I didn't say it was an outlier even. You also know as well as I do that juries are not always rational, or that what usually happens means that the usual is okay.

" juries refuse to hold cops to the silly "standard" you want to hold them to. "

What is my standard (I want to know if you got it right) and why is it silly?

10 minutes ago, Nicky said:

but of the dangers and stress a cop is subjected to on a daily bases, and concluded that they themselves might not have handled the job any better either.

 You can't know their reasoning unless you were a juror or you talked to them after. Besides why do you say then that the standard of cop is actually good enough? I asked about your reasoning as to why Yanez had acted properly.

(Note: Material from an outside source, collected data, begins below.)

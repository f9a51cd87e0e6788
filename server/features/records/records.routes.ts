import { z } from 'zod'
import { challengeSchema, listRecordsSchema, recordListSchema, recordSchema } from '../../../shared/schemas/record.ts'
import { type Route, route } from '../../http/route.ts'
import { challenge, getRecord, listRecords } from './records.service.ts'

const READERS = ['demonstrator', 'clerk', 'analyst', 'admin'] as const
const params = z.object({ number: z.coerce.number().int().positive() })

export const recordRoutes: Route[] = [
  route({
    method: 'get',
    path: '/records',
    summary: 'The trial book, filtered; a demonstrator sees their own',
    access: READERS,
    scope: 'book',
    query: listRecordsSchema,
    response: recordListSchema,
    handle: ({ deps, actor, query }) => listRecords(deps, actor, query),
  }),
  route({
    method: 'get',
    path: '/records/:number',
    summary: 'A record with readings, results and history',
    access: READERS,
    scope: 'book',
    params,
    query: z.object({ version: z.coerce.number().int().positive().optional() }),
    response: recordSchema,
    handle: ({ deps, actor, params, query }) => getRecord(deps, actor, params.number, query.version),
  }),
  route({
    method: 'post',
    path: '/records/:number/challenge',
    summary: 'Challenge a record: its sheet goes back to the desk',
    access: ['analyst', 'admin'],
    params,
    body: challengeSchema,
    response: recordSchema,
    handle: ({ deps, actor, params, body }) => challenge(deps, actor, params.number, body.reason),
  }),
]
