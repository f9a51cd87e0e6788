/** The trial book as CSV and XLSX: streamed, units in the header, numbers untouched, text that a spreadsheet would run made harmless. */
import type { Response } from 'express'
import { type BookColumn, bookColumns, headerOf } from '../../../shared/layouts/book-columns.ts'
import { LAYOUTS } from '../../../shared/layouts/registry.ts'
import type { Value } from '../../../shared/schemas/sheet.ts'
import type { Db } from '../../db/database.ts'
import { type BookLine, bookLines } from '../../db/desk/book-lines.ts'
import type { RecordFilter } from '../../db/desk/record-rows.ts'
import { csvLine, dataLine, safeText } from '../../print/csv-text.ts'

const NAME = 'trial-book'
const columns = () => bookColumns(LAYOUTS)

export function cellOf(column: BookColumn, line: BookLine): Value {
  const { source } = column
  if (source.from === 'record') return line.fields[source.field] ?? null
  if (source.from === 'reading') return line.readings[source.key] ?? null
  return line.results[source.key]?.[source.part] ?? null
}

export async function sendCsv(db: Db, filter: RecordFilter, res: Response): Promise<void> {
  res.set({ 'Content-Type': 'text/csv; charset=utf-8', 'Content-Disposition': `attachment; filename="${NAME}.csv"` })
  const all = columns()
  res.write(csvLine(all.map(headerOf)))
  for await (const line of bookLines(db, filter)) res.write(dataLine(all.map((c) => cellOf(c, line))))
  res.end()
}

export async function sendXlsx(db: Db, filter: RecordFilter, res: Response): Promise<void> {
  const { default: Excel } = await import('exceljs')
  res.set({
    'Content-Type': 'application/vnd.openxmlformats-officedocument.spreadsheetml.sheet',
    'Content-Disposition': `attachment; filename="${NAME}.xlsx"`,
  })
  const workbook = new Excel.stream.xlsx.WorkbookWriter({ stream: res, useStyles: true })
  const all = columns()
  const book = workbook.addWorksheet('Trial book', { views: [{ state: 'frozen', xSplit: 1, ySplit: 1 }] })
  book.columns = all.map((c) => ({ header: headerOf(c), key: c.name, width: Math.max(10, headerOf(c).length + 1) }))
  book.getRow(1).font = { bold: true }
  for await (const line of bookLines(db, filter)) book.addRow(all.map((c) => xlsxCell(cellOf(c, line)))).commit()
  book.commit()
  const dictionary = workbook.addWorksheet('Dictionary')
  for (const row of dictionaryRows()) dictionary.addRow(row).commit()
  dictionary.commit()
  await workbook.commit()
}

/** exceljs writes strings as shared or inline text, never as formulas, but a later CSV of the sheet would run them. */
const xlsxCell = (value: Value) => (typeof value === 'string' ? safeText(value) : value)

export const dictionaryRows = (): string[][] => [
  ['column', 'unit', 'type', 'description'],
  ...columns().map((c) => [headerOf(c), c.unit ?? '', c.kind, c.description]),
]
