/** Where a solid square is: the dark block with white on all sides, then its edges to a fraction of a pixel. */
import type { FieldMap } from '../geometry/page-map.ts'
import { type Picture, samplePatch } from './patch.ts'

export interface SquareFit {
  dx: number
  dy: number
  /** Darkness inside, 0 to 1. */
  inside: number
  /** Width of its edges from light to dark, mm: how sharp the picture is. */
  edge_mm: number
}

const STEP_MM = 0.25
const RING_MM = 0.9
/** Less contrast than this is no square. */
const LEAST_CONTRAST = 0.3

export function measureSquare(
  picture: Picture,
  map: FieldMap,
  square: { x: number; y: number; size: number },
  reach_mm: number,
): SquareFit | null {
  const around = reach_mm + RING_MM + 0.6
  const side = square.size + 2 * around
  const patch = samplePatch(picture, map, { x: square.x - around, y: square.y - around, width: side, height: side }, STEP_MM)
  const n = patch.columns
  const sums = new Float64Array((n + 1) * (n + 1))
  for (let y = 0; y < n; y++) {
    let row = 0
    for (let x = 0; x < n; x++) {
      const value = patch.darkness[y * n + x]!
      // Outside the picture counts as dark: no square is cut by its edge.
      row += Number.isNaN(value) ? 1 : value
      sums[(y + 1) * (n + 1) + x + 1] = sums[y * (n + 1) + x + 1]! + row
    }
  }
  const mean = (x0: number, y0: number, x1: number, y1: number) =>
    (sums[y1 * (n + 1) + x1]! - sums[y0 * (n + 1) + x1]! - sums[y1 * (n + 1) + x0]! + sums[y0 * (n + 1) + x0]!) /
    ((x1 - x0) * (y1 - y0))
  const size = Math.round(square.size / STEP_MM)
  const ring = Math.round(RING_MM / STEP_MM)
  const gap = 1
  let best = { contrast: 0, inside: 0, x: 0, y: 0 }
  for (let y = ring + gap; y + size + ring + gap <= n; y++) {
    for (let x = ring + gap; x + size + ring + gap <= n; x++) {
      const inside = mean(x + 1, y + 1, x + size - 1, y + size - 1)
      if (inside < best.contrast) continue
      const outside = Math.max(
        mean(x - gap - ring, y, x - gap, y + size),
        mean(x + size + gap, y, x + size + gap + ring, y + size),
        mean(x, y - gap - ring, x + size, y - gap),
        mean(x, y + size + gap, x + size, y + size + gap + ring),
      )
      if (inside - outside > best.contrast) best = { contrast: inside - outside, inside, x, y }
    }
  }
  if (best.contrast < LEAST_CONTRAST) return null
  const x = edges((i) => mean(i, best.y + 4, i + 1, best.y + size - 4), best.x, size, ring + gap)
  const y = edges((i) => mean(best.x + 4, i, best.x + size - 4, i + 1), best.y, size, ring + gap)
  if (!x || !y) return null
  return {
    dx: x.middle * STEP_MM - around - square.size / 2,
    dy: y.middle * STEP_MM - around - square.size / 2,
    inside: best.inside,
    edge_mm: ((x.width + y.width) / 2) * STEP_MM,
  }
}

/** Both edges of a dark run where the profile crosses half of its height, in samples. */
function edges(at: (i: number) => number, start: number, size: number, beside: number) {
  const dark = at(start + (size >> 1))
  const crossing = (edge: number, direction: 1 | -1, level: number): number | null => {
    const from = direction > 0 ? edge - beside : edge + beside - 1
    for (let k = 0; k < 2 * beside; k++) {
      const i = from + direction * k
      const a = at(i)
      const b = at(i + direction)
      if (a <= level && b > level) return i + 0.5 + (direction * (level - a)) / (b - a)
    }
    return null
  }
  const light = (edge: number, direction: 1 | -1) => at(direction > 0 ? edge - beside : edge + beside - 1)
  const left = light(start, 1)
  const right = light(start + size, -1)
  const find = (edge: number, direction: 1 | -1, paper: number, share: number) =>
    crossing(edge, direction, paper + (dark - paper) * share)
  const a = find(start, 1, left, 0.5)
  const b = find(start + size, -1, right, 0.5)
  const low = find(start, 1, left, 0.2)
  const high = find(start, 1, left, 0.8)
  if (a === null || b === null) return null
  return { middle: (a + b) / 2, width: low === null || high === null ? 2 * beside : Math.abs(high - low) }
}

I already granted he was perhaps was acting lawfully. That's what led to me to say that the standards are no good.

If the standards are good, make a case for it. But:

12 minutes ago, Nicky said:

Until you do, just keep it simple: the appropriate verb to use there is think. Better to keep it basic and right than be pretentious and wrong.

This is not how to have a discussion, Nicky. Really, this sentence is unnecessary. If you think it's that stupid what I write, don't respond. I wrote this out so DW would respond perhaps, but also that you might respond with something useful rather than a put down. 

I did mean the word "introspect". As in, thinking and reflecting on one's internal states (knowledge being a state). The verb "question" would have been better.